↓
package report

import (
	"bytes"
	"math/rand/v2"
	"strings"
	"testing"

	"github.com/riskaudit/riskaudit/validate"
)

// TestPooledCriteriaAndChecklist: an audit across two clusters judges a
// criterion on the pooled estimate, and one on its prediction interval
// that two clusters cannot give; the verdict table shows both rows, the
// second not met with the reason (fewer than 3 clusters), and the
// reporting checklist's items on heterogeneity across clusters (12d,
// 23b) point to the section across clusters when it ran, and to nothing
// when it did not.
func TestPooledCriteriaAndChecklist(t *testing.T) {
	r := rand.New(rand.NewPCG(3, 4))
	n := 1200
	y, p := make([]float64, n), make([]float64, n)
	col := validate.GroupColumn{Name: "site", Levels: []string{"north", "south"}, Codes: make([]int32, n)}
	for i := range p {
		p[i] = 0.05 + 0.5*r.Float64()
		if r.Float64() < p[i] {
			y[i] = 1
		}
		col.Codes[i] = int32(i % 2)
	}
	perf, err := validate.Assess(y, p, validate.Options{})
	if err != nil {
		t.Fatal(err)
	}
	row := func(md, first string) string {
		for _, line := range strings.Split(md, "\n") {
			if strings.HasPrefix(line, "| "+first+" ") {
				return line
			}
		}
		return ""
	}
	for _, across := range []bool{true, false} {
		a := validate.NewAudit(validate.ModelInfo{Name: "m"}, validate.Provenance{}, perf, nil, "")
		if across {
			cl, err := validate.MeasureClusters(y, p, nil, col, validate.ClusterOptions{Column: "site"})
			if err != nil {
				t.Fatal(err)
			}
			a.Clusters = cl
			perf.Pooled = &cl.Pooled
			lo, one := 0.5, 1.0
			if a.Verdict, err = validate.Judge(perf, []validate.Criterion{
				{Measure: "pooled.auc", AtLeast: &lo},
				{Measure: "pooled.oe_pi", Contains: &one, Severity: "review"},
			}); err != nil {
				t.Fatal(err)
			}
		}
		var b bytes.Buffer
		if err := Write(&b, a, nil); err != nil {
			t.Fatal(err)
		}
		md := b.String()
		for _, item := range []string{"12d", "23b"} {
			got := row(md, item)
			points := strings.Contains(got, "| Across `site`: ")
			if got == "" || points != across {
				t.Errorf("across clusters %v: checklist row %s is %q", across, item, got)
			}
		}
		if !across {
			continue
		}
		if got := cells(row(md, "`pooled.auc`")); len(got) != 5 || got[2] != validate.FormatMeasure("pooled.auc", cl(a).AUC.Estimate) || got[3] != "met" {
			t.Errorf("verdict row of pooled.auc: %q (pooled AUC %g)", got, cl(a).AUC.Estimate)
		}
		if got := row(md, "`pooled.oe_pi`"); !strings.Contains(got, "**not met** (cannot be judged: 2 clusters with this measure, at least 3 needed for a prediction interval)") {
			t.Errorf("verdict row of pooled.oe_pi: %q", got)
		}
		if a.Verdict.Status != "review" {
			t.Errorf("verdict %s; want review (only the review criterion on the prediction interval not met)", a.Verdict.Status)
		}
	}
}

// cells are the trimmed cells of a Markdown table row.
func cells(line string) []string {
	parts := strings.Split(strings.Trim(line, "|"), "|")
	for i := range parts {
		parts[i] = strings.TrimSpace(parts[i])
	}
	return parts
}

func cl(a *validate.Audit) *validate.PooledMeasures { return &a.Clusters.Pooled }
↑
Lines with the word "Errorf": how many appear in the data? State only the number.

▶ [FINAL ANSWER]: 4